On the anniversary of the Voting Rights Act’s darkest hour, it’s time to embrace a new framework for 21st Century voting rights. This new framework would reinvigorate (and update) those protections in the federal Voting Rights Act that must emanate on the national level.
But that’s not enough. The Court’s decision shows that we must combine this federal effort with new protections on the state level. Both fixing the federal Voting Rights Act and passing state-by-state protections will ensure that our elections continue to reflect this increasingly diverse country.
But first, let’s explore why we need a fix in the first place, and then discuss the proposed fixes that Congress and the states are considering.
Last year, the U.S. Supreme Court took up Shelby County v. Holder, an appeal concerning the constitutionality of Sections 4 and 5 of the Voting Rights Act.
Section 5 involves so-called “covered jurisdictions” throughout the United States. These jurisdictions historically had discriminated against racial minorities — particularly African Americans and Latinos — so much that they had to seek federal approval before implementing any changes in their voting practices or procedures. Through this process of “preclearance” the Department of Justice was able to weed out discriminatory practices or reforms (such as moving polling places at the last minute) before the states or local jurisdictions could implement them.
Section 4 contains the “coverage formula,” determining which jurisdictions required the early federal approval for any changes in voting practices. Sections 4 and 5 were always meant to work together. Together these two provisions were used to prevent discrimination in advance, rather than relying on drawn-out litigation based on a law’s discriminatory effects.
The coverage formula, and by extension the preclearance requirements, covered nine states completely (Alabama, Alaska, Arizona, Georgia, Louisiana, Mississippi, South Carolina, Texas and Virginia) and specific counties in another six states (California, Florida, Michigan, New York, North Carolina, South Dakota).
For the most part, however, that list hadn’t changed since 1965. And that is where the Court found a constitutional infirmity.

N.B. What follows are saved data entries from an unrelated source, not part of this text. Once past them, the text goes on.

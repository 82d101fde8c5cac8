"""Walking along the walls."""

import numpy as np
import pytest

import ductsolve
from ductsolve.post.along_wall import distance_along, wall_loops


def wall_of(section):
    return ductsolve.solve(section, ductsolve.PowerLaw(1.0, 0.6), pressure_gradient=1e3).wall_shear


def test_each_loop_is_walked_once():
    wall = wall_of(ductsolve.annulus(0.1, 0.06, 0.3))
    outer, inner = wall_loops(wall)
    assert sorted([*outer.rows, *inner.rows]) == list(range(len(wall.stress)))
    for loop, diameter in ((outer, 0.1), (inner, 0.06)):
        assert (np.diff(loop.distance) > 0).all()
        total = loop.distance[-1] + wall.length[loop.rows[-1]] / 2
        assert total == pytest.approx(np.pi * diameter, rel=1e-4)
        steps = np.linalg.norm(np.diff(wall.position[loop.rows], axis=0), axis=1)
        assert steps.max() < 2.1 * wall.length.max()


def test_a_walk_starts_where_a_wall_begins():
    wall = wall_of(ductsolve.rectangle(0.2, 0.1))
    (loop,) = wall_loops(wall)
    assert len(loop.stretches) == 4
    assert loop.stretches[0][0] == 0 and loop.stretches[-1][1] == len(loop.rows)
    lengths = [wall.length[loop.rows[first:last]].sum() for first, last, _ in loop.stretches]
    assert lengths == pytest.approx([0.1, 0.2, 0.1, 0.2], rel=1e-9)
    for first, last, name in loop.stretches:
        assert {wall.names[k] for k in wall.wall[loop.rows[first:last]]} == {name}


def test_distance_belongs_to_the_piece():
    wall = wall_of(ductsolve.rectangle(0.2, 0.1))
    distance = distance_along(wall)
    (loop,) = wall_loops(wall)
    assert distance[loop.rows] == pytest.approx(loop.distance)
    assert distance.min() == pytest.approx(wall.length[loop.rows[0]] / 2)
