"""Shape factors against those of Kozicki, Chou & Tiu (1966), and the peak of a velocity between nodes."""

import math

import numpy as np
import pytest
from published_data import rows

import ductsolve
from ductsolve.post.factors import _inner_peak, _side_peak, peak_velocity, shape_factors

# The peak velocity behind a is that of a point, less exact than the flow rate behind a + b.
OF_A, OF_SUM = 2e-3, 2e-4


def section(shape, parameter):
    """Section of a row of the table of Kozicki's constants, None where there is no such section here."""
    if shape == "rectangle" and parameter:
        return ductsolve.rectangle(1.0, parameter)
    if shape == "ellipse" and parameter:
        return ductsolve.ellipse(1.0, parameter)
    if shape == "annulus" and parameter >= 0.05:
        return ductsolve.annulus(1.0, parameter)
    if shape == "regular_polygon" and parameter <= 6:
        angles = 2 * math.pi * np.arange(parameter) / parameter
        return ductsolve.polygon(np.column_stack([np.cos(angles), np.sin(angles)]))
    return None


TABLE = [
    (row["shape"], row["parameter"], row["a"], row["b"])
    for row in rows("B3_kozicki_constants")
    if row["shape"] in ("rectangle", "ellipse", "annulus", "regular_polygon")
    and 0.05 <= row["parameter"] <= 6
    and row["parameter"] in (0.05, 0.1, 0.25, 0.5, 0.9, 1, 3, 4, 6)
]


@pytest.mark.parametrize(("shape", "parameter", "a", "b"), TABLE)
def test_kozicki_constants(shape, parameter, a, b):
    factors = shape_factors(section(shape, parameter))
    assert factors.a == pytest.approx(a, rel=OF_A)
    assert factors.a + factors.b == pytest.approx(a + b, rel=OF_SUM)


def test_factors_do_not_depend_on_size():
    small, large = (shape_factors(ductsolve.ellipse(2e-3 * k, 1e-3 * k)) for k in (1, 1000))
    assert small.friction == pytest.approx(large.friction, rel=1e-9)
    assert small.peak == pytest.approx(large.peak, rel=1e-9)


def test_circle_is_exact():
    factors = shape_factors(ductsolve.circle(0.1))
    assert (factors.friction, factors.peak) == pytest.approx((16, 2), rel=1e-5)


def nodal(function):
    """Values of a function of the reference coordinates at the nodes of one triangle, (1, 6)."""
    places = np.array([(0, 0), (1, 0), (0, 1), (0.5, 0), (0.5, 0.5), (0, 0.5)])
    return np.array([[function(x, y) for x, y in places]])


def test_peak_inside_a_triangle_is_found_exactly():
    hill = nodal(lambda x, y: 3 - 2 * (x - 0.3) ** 2 - (x - 0.3) * (y - 0.2) - 4 * (y - 0.2) ** 2)
    assert _inner_peak(hill) == pytest.approx(3, rel=1e-14)


@pytest.mark.parametrize(
    "field",
    [
        lambda x, y: 3 + (x - 0.3) ** 2 + (y - 0.2) ** 2,  # a bowl
        lambda x, y: 3 + (x - 0.3) ** 2 - (y - 0.2) ** 2,  # a saddle
        lambda x, y: 3 - (x - 0.8) ** 2 - (y - 0.9) ** 2,  # a hill outside
        lambda x, y: x + y,  # a slope
    ],
)
def test_no_peak_inside(field):
    assert _inner_peak(nodal(field)) == 0


def test_peak_on_a_side():
    start, middle, end = (np.array([1 - (x - 0.3) ** 2]) for x in (0.0, 0.5, 1.0))
    assert _side_peak(start, middle, end) == pytest.approx(1, rel=1e-14)
    assert _side_peak(np.array([0.0]), np.array([0.5]), np.array([1.0])) == 0


def test_peak_is_at_least_the_largest_node():
    flow = ductsolve.solve(ductsolve.annulus(0.06, 0.04), ductsolve.PowerLaw(1.0, 0.6), flow_rate=1e-3)
    assert peak_velocity(flow) >= flow.max_velocity
    # Fredrickson & Bird (1958), by way of the table in tests/published.
    exact = next(
        row for row in rows("B1_powerlaw_concentric_annulus") if (row["kappa"], row["n"]) == (0.7, 0.6)
    )
    similar = ductsolve.solve(ductsolve.annulus(1, 0.7), ductsolve.PowerLaw(1.0, 0.6), flow_rate=1.0)
    assert peak_velocity(similar) / similar.mean_velocity == pytest.approx(exact["umax_over_U"], rel=5e-3)
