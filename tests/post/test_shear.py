"""Stress inside the section, and how far a tabulated curve is stretched."""

import numpy as np
import pytest

import ductsolve
from ductsolve.post.shear import beyond_table, nodal_shear_stress, working_rates

GRADIENT = 2000.0


@pytest.fixture(scope="module")
def tube():
    fluid = ductsolve.FlowCurve([1, 3, 10], [3.1, 6.5, 14.2])
    return ductsolve.solve(ductsolve.circle(0.1), fluid, pressure_gradient=GRADIENT, accuracy=1e-3)


def test_stress_in_a_tube_rises_with_the_radius(tube):
    radius = np.linalg.norm(tube.mesh.points, axis=1)
    assert nodal_shear_stress(tube) == pytest.approx(GRADIENT * radius / 2, abs=2e-3 * GRADIENT * 0.05)


def test_stress_vanishes_where_symmetry_has_it_vanish():
    flow = ductsolve.solve(ductsolve.rectangle(0.1, 0.02), ductsolve.PowerLaw(1.0, 0.4), flow_rate=1e-4)
    centre = np.linalg.norm(flow.mesh.points, axis=1).argmin()
    assert nodal_shear_stress(flow)[centre] == pytest.approx(0, abs=1e-12)


def test_working_rates_reach_to_the_wall(tube):
    """In a tube the power inside the radius r goes as the integral of rate x r^2."""
    rates = working_rates(tube)
    at_wall = float(tube.fluid.rate(GRADIENT * 0.05 / 2))
    assert 0.95 * at_wall < rates[-1] <= at_wall * 1.001
    assert 0 < rates[0] < 0.2 * at_wall


def test_a_curve_used_beyond_its_points_is_told(tube):
    assert beyond_table(tube).startswith("the flow curve is used up to")
    wide = ductsolve.FlowCurve([1e-4, 1, 1e4], [1e-3, 1, 1e3])
    inside = ductsolve.solve(ductsolve.circle(0.1), wide, pressure_gradient=GRADIENT)
    assert beyond_table(inside) is None


def test_laws_have_no_end():
    flow = ductsolve.solve(ductsolve.circle(0.1), ductsolve.Newtonian(1.0), pressure_gradient=GRADIENT)
    assert beyond_table(flow) is None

Officials of Alabama's Shelby County argued that Section 4 was unconstitutional because the same jurisdictions that were covered in 1965 were still covered in 2013 (with few exceptions). Despite earlier warnings from the Court, Congress had failed to update the coverage formula.
The Court agreed with Shelby County, pointing out that because the coverage formula had not meaningfully changed in nearly 50 years, it suffered from both over-inclusion and under-inclusion — meaning there were some jurisdictions that should no longer be on the list, and some jurisdictions should be on the list, but aren’t. The Court therefore concluded that Section 4 was woefully — and unconstitutionally — outdated.
The Shelby County decision killed two birds with one stone: striking down Section 4 meant that Section 5’s preclearance requirements no longer applied to any jurisdictions. Preclearance, which for decades had served as a bulwark against discriminatory election laws, was no more.
Almost immediately after the Shelby County decision, eight of the nine states that had been covered under Section 4 immediately moved to pass laws the Justice Department had blocked under Section 5. These included onerous new voter identification laws and registration requirements, cuts to early voting and other restrictions on when and where individuals could vote.
In other words, it was open season for those seeking to restrict the right to vote.
While many of these laws have sparked lawsuits under other sections of the Voting Rights Act (particularly Section 2), without Section 5 litigants can rarely stop these laws before they go into effect.